# {{ cookiecutter.project_slug }} analysis

Welcome to the collaboration!

Some of the steps you follow in this analysis are taken from the [Ballet Contributor Guide](https://hdi-project.github.io/ballet/contributor_guide.html), make sure to consult it for more information.

In [None]:
# some preliminaries...
from ballet.util.log import enable as enable_logger
enable_logger('ballet')
enable_logger('{{ cookiecutter.package_slug }}')
import pandas as pd
pd.set_option('display.max_columns', None)
import matplotlib.pyplot as plt
import seaborn as sns
sns.set()

In [None]:
from ballet import b

## Explore the data

In [None]:
X_df, y_df = b.api.load_data()

In [None]:
X_df.head()

In [None]:
y_df.head()

## Explore existing features

In [None]:
result = b.api.engineer_features(X_df, y_df)
X_train, y_train = result.X, result.y

In [None]:
print('Number of existing features: ', len(result.features))
print('Number of columns in feature matrix: ', X_train.shape[1])

## Write a new feature

Now it's time to write your own feature!

🚧 The content of the cell must be a standalone Python module, as it will be placed in an empty Python source file when it is submitted. This means that any imports or helper functions must be defined (or re-defined) within this cell, otherwise your submitted feature will fail to validate due to missing imports/helpers. 🚧 For example, if you use some functionality from numpy, then you must (re)import numpy within the code cell, even if you imported it elsewhere in the notebook.

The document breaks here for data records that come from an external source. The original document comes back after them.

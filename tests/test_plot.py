"""osculate.plot as a whole: every plot on 2-D, 3-D and flagged results; titles, units, cautions."""

import numpy as np
import osculate as osc
import pytest
from matplotlib.figure import Figure
from osculate import plot
from plot_cases import (
    RESULTS,
    G,
    assert_png,
    caution_text,
    circle_2d,
    flagged_2d,
    flagged_3d,
    helix_3d,
    rmf_helix,
    scaled_circle,
    texts,
    tick_values,
    window_boxes,
)


@pytest.fixture(params=list(RESULTS), ids=list(RESULTS))
def result(request):
    return RESULTS[request.param]()


def test_flagged_fixtures_carry_every_flag():
    k = flagged_2d()
    for flag in osc.Flag:
        assert k.flagged(flag).any(), flag
    assert flagged_3d().flagged(osc.Flag.STOPPED | osc.Flag.INVALID).any()


def call(name, k):
    if name == "work":
        # Constant 2 N along x: W(s) along the path is 2·(x − x₀) (∫F·dr of a constant force).
        x = k.position[:, 0]
        return plot.work(k, values=2.0 * (x - x[0]))
    return getattr(plot, name)(k)


@pytest.mark.parametrize("name", ["path", "profile", "gg", "work"])
def test_every_function_draws_a_figure(name, result, tmp_path):
    p = call(name, result)
    assert isinstance(p, plot.Plot)
    assert isinstance(p.figure, Figure)
    fig, axes = p  # unpacks like (fig, ax)
    assert fig is p.figure and axes is p.axes
    assert_png(p, tmp_path / f"{name}.png")


def test_no_pyplot_state(tmp_path):
    import matplotlib.pyplot as plt

    before = plt.get_fignums()
    for name in ("path", "profile", "gg", "work"):
        call(name, circle_2d())
    assert plt.get_fignums() == before


def test_lazy_attribute_and_png_repr():
    assert osc.plot is plot
    png = plot.gg(circle_2d())._repr_png_()
    assert png[:4] == b"\x89PNG"


def test_draws_into_given_axes():
    fig = Figure()
    ax = fig.add_subplot()
    p = plot.path(circle_2d(), ax=ax)
    assert p.figure is fig and p.axes is ax
    axes = Figure().subplots(2, 1)
    p = plot.profile(circle_2d(), quantities=["speed", "curvature"], ax=axes)
    assert list(p.axes) == list(axes)
    with pytest.raises(osc.InputError, match="ax: expected 3 axes"):
        plot.profile(circle_2d(), quantities=["speed", "curvature", "torsion"], ax=axes)


def test_accessor_frames_plot_like_kinematics(tmp_path):
    import pandas as pd

    t = np.linspace(0.0, 20.0, 401)
    df = pd.DataFrame(
        {
            "car": np.repeat(["p", "q"], [200, 201]),
            "time": pd.Timestamp("2026-01-01", tz="UTC") + pd.to_timedelta(t, unit="s"),
            "x": 50 * np.cos(0.3 * t),
            "y": 50 * np.sin(0.3 * t),
        }
    )
    res = df.osc.kinematics(time="time", position=["x", "y"], by="car", keep=True)
    p = plot.path(res, color="speed", by="car", frames_every=40.0)
    assert p.axes.get_xlabel() == "x [m]"
    assert_png(p, tmp_path / "df_path.png")
    p = plot.profile(res, x="time", by="car")
    assert p.axes[-1].get_xlabel() == "time t [s]"
    names = {t.get_text() for t in p.figure.legends[0].get_texts()}
    assert {"track p", "track q"} <= names
    p = plot.gg(res, by="car")
    assert np.allclose(
        np.median(np.asarray(p.axes.collections[0].get_offsets())[:, 0]), 4.5 / G, rtol=1e-3
    )
    plot.work(res, values=res["arclength"].to_numpy(), by="car", time="time")
    with pytest.raises(osc.InputError, match="position: no column 'z'"):
        plot.path(res, position=["x", "z"])
    only = res.drop(columns=["x", "y"])
    with pytest.raises(osc.InputError, match="name the position columns"):
        plot.path(only)


@pytest.mark.parametrize(
    "make",
    [
        lambda: plot.path(circle_2d(), title="A rather long title of a circle " * 2),
        lambda: plot.path(rmf_helix(), color="speed", frames_every=5.0, title="Drone-like"),
        lambda: plot.gg(circle_2d(), limits=[(0.5, "source A")]),
        lambda: plot.work(circle_2d(), values=circle_2d().arclength),
        lambda: plot.profile(helix_3d()),
        lambda: plot.curvature(helix_3d(), title="A curvature diagram with a long title " * 2),
    ],
    ids=["path-2d", "path-3d", "gg", "work", "profile", "curvature"],
)
def test_title_sits_above_the_subtitle_without_touching_it(make):
    p = make()
    boxes = window_boxes(p.figure)
    ax = p.axes if not isinstance(p.axes, np.ndarray) else p.axes[0]
    sub = next(t for t in boxes if t.get_text().startswith("estimator:") or "=" in t.get_text())
    title = next(t for t in boxes if t.get_fontweight() == "bold")
    b_title, b_sub = boxes[title], boxes[sub]
    assert not b_title.overlaps(b_sub)
    assert b_title.y0 >= b_sub.y1 - 0.5  # stacked: title above
    assert abs(b_title.x0 - b_sub.x0) < 2.0  # and left-aligned together
    # Both inside the figure, above the axes.
    width, height = p.figure.bbox.width, p.figure.bbox.height
    assert 0 <= b_sub.x0 and b_title.x1 <= width + 1 and b_title.y1 <= height + 1
    assert b_sub.y0 >= ax.get_window_extent().y1 - 1


@pytest.mark.parametrize(
    "radius, unit, factor",
    [(0.025, "mm", 1e3), (0.2, "mm", 1e3), (0.3, "m", 1.0), (2e4, "m", 1.0), (3e4, "km", 1e-3)],
)
def test_length_unit_follows_the_extent(radius, unit, factor):
    # Extent = the circle's diameter (nearly all of it is drawn): 5 cm, 40 cm, 60 cm, 40 km, 60 km.
    k = scaled_circle(radius)
    p = plot.path(k, color="radius")
    assert (p.axes.get_xlabel(), p.axes.get_ylabel()) == (f"x [{unit}]", f"y [{unit}]")
    assert p.figure.axes[-1].get_ylabel() == f"radius of curvature ρ [{unit}]"
    for axis in (p.axes.xaxis, p.axes.yaxis, p.figure.axes[-1].yaxis):
        for loc, value in tick_values(axis):  # the numbers are in the labelled unit
            assert np.isclose(value, loc * factor, rtol=1e-9, atol=1e-9 * factor * radius)
    # The data stay in metres.
    segs = np.concatenate(p.axes.collections[0].get_segments())
    assert np.isclose(np.abs(segs).max(), radius, rtol=1e-9)
    prof = plot.profile(k, quantities=["speed", "radius"])
    assert prof.axes[-1].get_xlabel() == f"arc length s [{unit}]"
    assert " ".join(prof.axes[1].get_ylabel().split()) == f"radius of curvature ρ [{unit}]"
    assert prof.axes[0].get_ylabel() == "speed v [m/s]"  # rates stay in SI
    assert plot.work(k, values=k.arclength).axes.get_xlabel() == f"arc length s [{unit}]"


def test_length_unit_override_and_caller_units():
    k = scaled_circle(0.025)
    p = plot.path(k, frames_every=0.01, length_unit="m")
    assert p.axes.get_xlabel() == "x [m]"
    assert "Frenet frame every 0.01 m" in [t.get_text() for t in p.figure.legends[0].texts]
    p = plot.path(k, frames_every=0.01)
    assert "Frenet frame every 10 mm" in [t.get_text() for t in p.figure.legends[0].texts]
    p = plot.path(k, length_unit="cm")
    assert p.axes.get_xlabel() == "x [cm]"
    assert all(np.isclose(v, loc * 100) for loc, v in tick_values(p.axes.xaxis))
    # Positions in the caller's own unit are labelled so, never rescaled by "auto".
    p = plot.path(k, units={"length": "px"})
    assert p.axes.get_xlabel() == "x [px]"
    assert all(np.isclose(v, loc) for loc, v in tick_values(p.axes.xaxis))
    p = plot.path(scaled_circle(30.0), units={"length": "km"}, length_unit="m")
    assert p.axes.get_xlabel() == "x [m]"
    assert all(np.isclose(v, loc * 1e3) for loc, v in tick_values(p.axes.xaxis))
    with pytest.raises(osc.InputError, match="length_unit"):
        plot.path(k, units={"length": "px"}, length_unit="mm")
    with pytest.raises(osc.InputError, match="length_unit"):
        plot.path(k, length_unit="furlong")


CAUTIONED_FIGURES = {
    "path a_n": lambda k: plot.path(k, color="accel_normal"),
    "path jerk": lambda k: plot.path(k, color="jerk"),
    "path radius": lambda k: plot.path(k, color="radius"),
    "path |a|": lambda k: plot.path(k, color="acceleration"),
    "profile default": lambda k: plot.profile(k),
    "profile a_n": lambda k: plot.profile(k, quantities=["speed", "accel_normal"]),
    "profile jerk": lambda k: plot.profile(k, quantities=["jerk"]),
    "profile radius": lambda k: plot.profile(k, quantities=["curvature", "radius"]),
    "gg": lambda k: plot.gg(k),
    "gg limits": lambda k: plot.gg(k, limits=[(0.4, "source A")]),
    "gg no colour": lambda k: plot.gg(k, color=None),
    "curvature": lambda k: plot.curvature(k),
}


PLAIN_FIGURES = {
    "path speed": lambda k: plot.path(k, color="speed"),
    "path curvature": lambda k: plot.path(k),
    "path plain": lambda k: plot.path(k, color=None),
    "profile speed": lambda k: plot.profile(k, quantities=["speed", "curvature"]),
    "work": lambda k: plot.work(k, values=k.arclength),
}


@pytest.mark.parametrize("name", list(CAUTIONED_FIGURES))
@pytest.mark.parametrize("kind", ["2d", "3d"])
def test_figures_of_a_n_jerk_or_radius_carry_the_caution(name, kind):
    from osculate import _palette as palette

    p = CAUTIONED_FIGURES[name](RESULTS[kind]())
    found = caution_text(p.figure)
    assert len(found) == 1, name
    note = found[0]
    assert note.get_color() == palette.MUTED and note.get_fontsize() <= 8
    # It overlaps no other text (titles, tick labels, axis labels, legends, colour bars).
    boxes = window_boxes(p.figure)
    mine = boxes.pop(note)
    clash = [t.get_text() for t, b in boxes.items() if b.overlaps(mine)]
    assert not clash, clash
    # Nor the plotting area of a 2-D axes or the legend, and it stays inside the figure.
    for ax in p.figure.axes:
        if not hasattr(ax, "zaxis"):
            assert not ax.get_window_extent().overlaps(mine), name
    for legend in p.figure.legends:
        assert not legend.get_window_extent().overlaps(mine)
    assert mine.x0 >= 0 and mine.y0 >= 0 and mine.x1 <= p.figure.bbox.width + 1


@pytest.mark.parametrize("name", list(PLAIN_FIGURES))
def test_figures_without_them_carry_none(name):
    p = PLAIN_FIGURES[name](circle_2d())
    assert not caution_text(p.figure)
    assert "licensed engineers" not in texts(p.figure)


def test_caution_in_the_callers_axes():
    fig = Figure(layout="constrained")
    axes = fig.subplots(2, 1)
    plot.gg(circle_2d(), ax=axes[0])
    plot.path(circle_2d(), color="speed", ax=axes[1])
    found = caution_text(fig)
    assert len(found) == 1  # the g-g panel's; the speed path has none
    boxes = window_boxes(fig)
    mine = boxes.pop(found[0])
    assert not [t.get_text() for t, b in boxes.items() if b.overlaps(mine)]
    assert not axes[1].get_window_extent().overlaps(mine)
    axes = Figure(layout="constrained").subplots(2, 1)
    p = plot.profile(circle_2d(), quantities=["speed", "accel_normal"], ax=axes)
    assert len(caution_text(p.figure)) == 1


def test_tick_labels_are_plain_numbers_without_an_offset():
    # A 25 mm circle at constant speed: a_n = v²/r = 0.025 m/s², constant, so the colour scale
    # is narrow; matplotlib's default would print "6, 7, 8" and an offset "1e-8+2.4998e-2".
    p = plot.path(scaled_circle(0.025), color="accel_normal")
    cbar = p.figure.axes[-1]
    values = tick_values(cbar.yaxis)
    assert all(np.isclose(v, loc, rtol=1e-12) for loc, v in values)
    assert all(0.02499 < v < 0.02501 for _, v in values)
    assert cbar.yaxis.get_offset_text().get_text() == ""
    p = plot.profile(scaled_circle(0.025), quantities=["speed", "accel_normal"])
    for ax in p.axes:
        assert all(np.isclose(v, loc, rtol=1e-12) for loc, v in tick_values(ax.yaxis))
        assert ax.yaxis.get_offset_text().get_text() == ""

If you have questions about feature engineering, see the [Feature Engineering Guide](https://hdi-project.github.io/ballet/feature_engineering_guide.html).

In [None]:
from ballet import Feature

input = None  # TODO - str or list of str
transformer = None  # TODO - function, transformer-like, or list thereof
name = None  # TODO - str
feature = Feature(input, transformer, name)

Let's play around with the feature we have created... what values does it extract?

In [None]:
feature_values = feature.as_feature_engineering_pipeline().fit_transform(X_df, y_df)
feature_values

## Test your feature

You probably want to make sure that your feature does not have bugs before you submit it to the upstream project.

This first command will check that your feature conforms to the feature API. (Assumes you have assigned your feature to a variable `feature`.) Even if your feature passes the tests here in the notebook, it may still fail to be validated, especially if you have not included all your imports/helpers in the code cell that you submit.

In [None]:
b.validate_feature_api(feature)

This second command will evaluate the ML performance of your feature. (Assumes you have assigned your feature to a variable feature.) Usually, this consists of computing the mutual information of your feature values with the target, conditional on the feature values extracted by the existing feature engineering pipeline. If this is above a certain threshold, your feature is determined to be contributing positively to the ML performance of the project. In this Demo, since we want to be nice to new collaborators, each and every feature will be accepted with respect to ML performance!

In [None]:
b.validate_feature_acceptance(feature)

## Submit your feature

When you are ready to submit your feature, look for the "Submit" button in the right of your notebook toolbar. First, select the code cell that contains the feature you have written (you will have to scroll up). Then press the submit button, confirming that the feature code shown is what you want to submit. After submission, you will be shown a URL that takes you to the corresponding Pull Request that has been created.

When you submit your feature, the source code you have written is extracted from the selected code cell. It is then sent to a app which does the job of structuring your feature as a pull request to the {{ cookiecutter.github_owner }}/{{ cookiecutter.project_slug }}, which it opens on your behalf. The pull request is validated by Travis CI, a continuous integration service, using the test suite defined by the ballet framework, testing the feature's API and running a streaming logical feature selection (SLFS) algorithm. If the feature is accepted, the GitHub app ballet-bot responds by automatically merging the pull request into the project. Otherwise, it automatically closes it. Similarly, after an accepted feature is merged, the CI service runs another ballet-defined script to prune redundant features using the same SLFS algorithm.

## Thanks for contributing

If you're reading this, you have already done some great data science work and contributed one (or more!) features to the upstream {{ cookiecutter.project_slug }} project.